Considerato che il Tribunale di Genova ha sollevato, in riferimento all’art. 3 della Costituzione, questione di legittimità costituzionale del combinato disposto dell’art. 3, comma 132, della legge 27 dicembre 2003, n. 299 (recte: dell’art. 3, comma 132, della legge 24 dicembre 2003, n. 350, recante «Disposizioni per la formazione del bilancio annuale e pluriennale dello Stato - legge finanziaria 2004»), e dell’art. 47 del decreto-legge 30 settembre 2003, n. 269 (Disposizioni urgenti per favorire lo sviluppo e per la correzione dell’andamento dei conti pubblici), convertito, con modificazioni, dalla legge 24 novembre 2003, n. 326, nella parte in cui esclude dall’applicazione della disciplina previgente a quella introdotta dall’art. 47 del d.l. n. 269 del 2003 «coloro che prima del 2 ottobre 2003 non abbiano presentato domanda amministrativa di riconoscimento dei benefici previsti dall’art. 13, comma 8, della legge n. 257 del 1992», pur avendo poi presentato la domanda nel termine di decadenza di cui al menzionato art. 47;

che, con la sentenza n. 376 del 2008 intervenuta medio tempore, questa Corte ha già dichiarato inammissibile un’identica questione, affermando che le norme censurate contengono la disciplina transitoria inerente al passaggio da un regime ad un altro ed il legislatore, considerando che ciò comportava un trattamento previdenziale meno favorevole, nell’esercizio non irragionevole dell’ampia discrezionalità di cui gode nella fissazione di norme di carattere transitorio, ha voluto far salve alcune situazioni ritenute meritevoli di tutela, introducendo disposizioni derogatorie, tra le quali quella relativa a chi avesse precedentemente presentato domanda amministrativa per ottenere il beneficio;

che, quindi, la questione deve essere dichiarata manifestamente inammissibile, posto che l’ordinanza di rimessione non contiene alcun elemento di novità rispetto al quadro normativo esaminato da questa Corte con la richiamata sentenza n. 376 del 2008.

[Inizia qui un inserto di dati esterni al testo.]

//! `pulsewright.modes/1`: the natural frequencies in each topology that a shot passes through.

use super::{Finite, Input, Ordered, Origin, Program, Run, StepRecord};
use pulsewright_engine::modes::NaturalMode;
use pulsewright_study::{Modes, TopologyModes};
use serde::{Deserialize, Serialize};

/// The record of the modes of one shot.
#[derive(Clone, Debug, PartialEq, Serialize, Deserialize)]
pub struct ModesRecord {
    /// `pulsewright.modes/1`.
    pub record: String,
    /// The program that wrote it.
    pub program: Program,
    /// What was fired.
    pub input: Input,
    /// How it was run.
    pub run: Run,
    /// The topologies in order of time.
    pub topologies: Vec<TopologyRecord>,
}

/// A topology and its modes.
#[derive(Clone, Debug, PartialEq, Serialize, Deserialize)]
pub struct TopologyRecord {
    /// When it began, s.
    pub from: Option<Finite>,
    /// When it ended, s.
    pub to: Option<Finite>,
    /// The state of each part that has states: `open`, `closed`, `at NODE`, `blocking`,
    /// `conducting`.
    pub states: Ordered<String>,
    /// Its modes, slowest first.
    pub modes: Vec<ModeRecord>,
}

/// A natural frequency, or a pair.
#[derive(Clone, Debug, PartialEq, Serialize, Deserialize)]
pub struct ModeRecord {
    /// Real part of the natural frequency, 1/s.
    pub real: Option<Finite>,
    /// Its imaginary part, rad/s, 0 or more.
    pub imaginary: Option<Finite>,
    /// How many natural frequencies are meant: 2 for a complex pair and a critically damped one.
    pub count: u32,
    /// The time in which it changes by a factor of e, s; `null` where it does not.
    pub time_constant: Option<Finite>,
    /// The frequency at which it rings, Hz; `null` where it does not.
    pub frequency: Option<Finite>,
    /// The damping ratio of its pair; `null` where it belongs to none.
    pub damping_ratio: Option<Finite>,
    /// `undamped`, `underdamped`, `critically damped`, `overdamped`, `decays`, `holds`, `grows`.
    pub kind: String,
    /// The share of its energy in each part.
    pub energy: Ordered<Option<Finite>>,
}

/// The record of the modes of one shot.
#[must_use]
pub fn modes(modes: &Modes, origin: &Origin<'_>) -> ModesRecord {
    let size = |step: f64| Finite::new(step).filter(|_| modes.steps > 0);
    ModesRecord {
        record: "pulsewright.modes/1".to_owned(),
        program: Program::this(),
        input: Input::new(origin, &modes.set),
        run: Run {
            method: modes.method.clone(),
            span: Finite::new(modes.span),
            steps: modes.steps,
            step: StepRecord {
                smallest: size(modes.smallest_step),
                largest: size(modes.largest_step),
            },
            defaults: modes.defaults.clone(),
        },
        topologies: modes
            .topologies
            .iter()
            .map(|t| topology(t, &modes.parts))
            .collect(),
    }
}

fn topology(topology: &TopologyModes, parts: &[String]) -> TopologyRecord {
    TopologyRecord {
        from: Finite::new(topology.from),
        to: Finite::new(topology.to),
        states: Ordered(topology.states.clone()),
        modes: topology.modes.iter().map(|m| mode(m, parts)).collect(),
    }
}

fn mode(mode: &NaturalMode, parts: &[String]) -> ModeRecord {
    let number = |x: Option<f64>| x.and_then(Finite::new);
    let named = |&(part, share): &(usize, f64)| {
        let name = parts.get(part).cloned().unwrap_or_default();
        (name, Finite::new(share))
    };
    ModeRecord {
        real: Finite::new(mode.real),
        imaginary: Finite::new(mode.imaginary),
        count: mode.count,
        time_constant: number(mode.time_constant()),
        frequency: number(mode.frequency()),
        damping_ratio: number(mode.damping_ratio),
        kind: mode.kind.words().to_owned(),
        energy: Ordered(mode.energy.iter().map(named).collect()),
    }
}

Visti gli artt. 26, secondo comma, della legge 11 marzo 1953, n. 87, e 9, comma 2, delle norme integrative per i giudizi davanti alla Corte costituzionale.

PER QUESTI MOTIVI

LA CORTE COSTITUZIONALE

dichiara la manifesta inammissibilità della questione di legittimità costituzionale del combinato disposto dell’art. 3, comma 132, della legge 24 dicembre 2003, n. 350 (Disposizioni per la formazione del bilancio annuale e pluriennale dello Stato - legge finanziaria 2004), e dell’art. 47 del decreto-legge 30 settembre 2003, n. 269 (Disposizioni urgenti per favorire lo sviluppo e per la correzione dell’andamento dei conti pubblici), convertito, con modificazioni, dalla legge 24 novembre 2003, n. 326, sollevata, in riferimento all’art. 3 della Costituzione, dal Tribunale di Genova con l’ordinanza indicata in epigrafe.

Così deciso in Roma, nella sede della Corte costituzionale, Palazzo della Consulta, l'8 luglio 2009.

F.to:

Francesco AMIRANTE, Presidente

Luigi MAZZELLA, Redattore

Maria Rosaria FRUSCELLA, Cancelliere

Depositata in Cancelleria il 9 luglio 2009.